The N on the 6PN is for “Navy” or in simpler terms has an increased depth rating. I had one of these at one time but never used it. If I knew Surefire would be going the way they have in the last couple years or so I d have hung on to it.
Now the only ones I have are the 1200 lumen M6LT and the UDR Dominator


----------



## yazkaz (May 6, 2019)

thermal guy said:


> Yes. What is the size you use. I don’t put a second o ring in mine as it makes it VERY tight and hard to turn on.


My personal specs:
1. 1.9x17.8mm (thickness x ID) for lower groove. If you put another one of these onto the upper groove then yes the tailcap will be hard to turn. Also poses problem with battery extensions in that prolonged installation of such extenders would render them VERY hard to unscrew due to the o-rings re-expanding inside.
2. 1.78x17.4mm (thickness x ID) pref. for upper groove. Can be used on both grooves for slightly looser and easier tailcap turning.

For general usage I'd recommend a mixture of (1) for lower groove and (2) for upper groove.


----------



## thermal guy (May 6, 2019)

Thank you sir.


----------



## Bullzeyebill (May 6, 2019)

bykfixer said:


> 30 meters? Good Gosh!!



LOL.

Bill


----------



## bykfixer (May 6, 2019)

I'd never take a 6P diving so no need to worry one o'ring or two. Chances are if it gets dropped in a pond of more than 3 meters it will be a 6P I used to own.


----------



## InvisibleFrodo (May 6, 2019)

bykfixer said:


> I'd never take a 6P diving so no need to worry one o'ring or two. Chances are if it gets dropped in a pond of more than 3 meters it will be a 6P I used to own.

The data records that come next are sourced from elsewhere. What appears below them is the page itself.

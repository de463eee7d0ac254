//! Physical constants, one place, each with its source.

/// Standard gravity g0 (m s-2). CGPM 1901; used by WMO and the U.S. Standard
/// Atmosphere 1976.
pub const STANDARD_GRAVITY: f64 = 9.80665;
/// Universal gas constant R* (J mol-1 K-1), the U.S. Standard Atmosphere 1976's
/// own value (it differs from CODATA's 8.314462...).
pub const UNIVERSAL_GAS_CONSTANT: f64 = 8.31432;
/// Mean molar mass of dry air M0 (kg mol-1). U.S. Standard Atmosphere 1976.
pub const DRY_AIR_MOLAR_MASS: f64 = 0.0289644;
/// Gas constant for dry air Rd (J kg-1 K-1) = R*/M0 = 287.053.
pub const DRY_AIR_GAS_CONSTANT: f64 = UNIVERSAL_GAS_CONSTANT / DRY_AIR_MOLAR_MASS;
/// Specific heat of dry air at constant pressure cp (J kg-1 K-1). Common
/// practice; textbooks use 1004 to 1005.
pub const DRY_AIR_SPECIFIC_HEAT: f64 = 1004.6;
/// Poisson exponent kappa = Rd / cp (about 0.2857).
pub const KAPPA: f64 = DRY_AIR_GAS_CONSTANT / DRY_AIR_SPECIFIC_HEAT;
/// Earth's angular velocity Omega (rad s-1). WGS 84 / IERS nominal value.
pub const EARTH_ROTATION_RATE: f64 = 7.292115e-5;
/// Earth's mean radius a (m). IUGG mean radius 6371.0088 km, rounded.
pub const EARTH_RADIUS: f64 = 6_371_000.0;
/// Ratio of the gas constants of dry air and water vapour, epsilon = Rd/Rv.
/// Common practice.
pub const EPSILON: f64 = 0.622;
/// Reference pressure for potential temperature (Pa): 1000 hPa, by convention.
pub const REFERENCE_PRESSURE: f64 = 100_000.0;

/// The constants a recipe may override (people do override the radius and Rd,
/// for idealised or other-planet runs).
#[derive(Debug, Clone, Copy, PartialEq, serde::Serialize, serde::Deserialize)]
pub struct Constants {
    pub earth_radius: f64,
    pub dry_air_gas_constant: f64,
    pub gravity: f64,
    pub rotation_rate: f64,
}

impl Default for Constants {
    fn default() -> Self {
        Self {
            earth_radius: EARTH_RADIUS,
            dry_air_gas_constant: DRY_AIR_GAS_CONSTANT,
            gravity: STANDARD_GRAVITY,
            rotation_rate: EARTH_ROTATION_RATE,
        }
    }
}

impl Constants {
    /// Coriolis parameter f = 2 Omega sin(lat), latitude in degrees.
    pub fn coriolis(&self, latitude_degrees: f64) -> f64 {
        2.0 * self.rotation_rate * latitude_degrees.to_radians().sin()
    }
}

#[cfg(test)]
mod tests {
    use super::*;

    #[test]
    fn dry_air_gas_constant_matches_field_guide() {
        // R*/M0 = 287.053 (U.S. Standard Atmosphere 1976 constants).
        assert!((DRY_AIR_GAS_CONSTANT - 287.053).abs() < 1e-3);
    }

    #[test]
    fn coriolis_at_45_north() {
        // f = 2 Omega sin 45 = 1.0313e-4 s-1 (field guide worked value).
        let f = Constants::default().coriolis(45.0);
        assert!((f - 1.0313e-4).abs() < 1e-7, "{f}");
    }
}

If it was on when you dropped it and you don’t mind jumping in the water, you’d have a serious chance of finding it. Granted pond water is kinda icky... Maybe it depends on what’s more valuable to you, the clothes you’re wearing or the 6P.... If that 6P is running a Malkoff dropin, depending on which one you’re running, you’ll probably have time to go home, get your swim suit, come back, and the light will still be on and waiting to be rescued. HAHA!


----------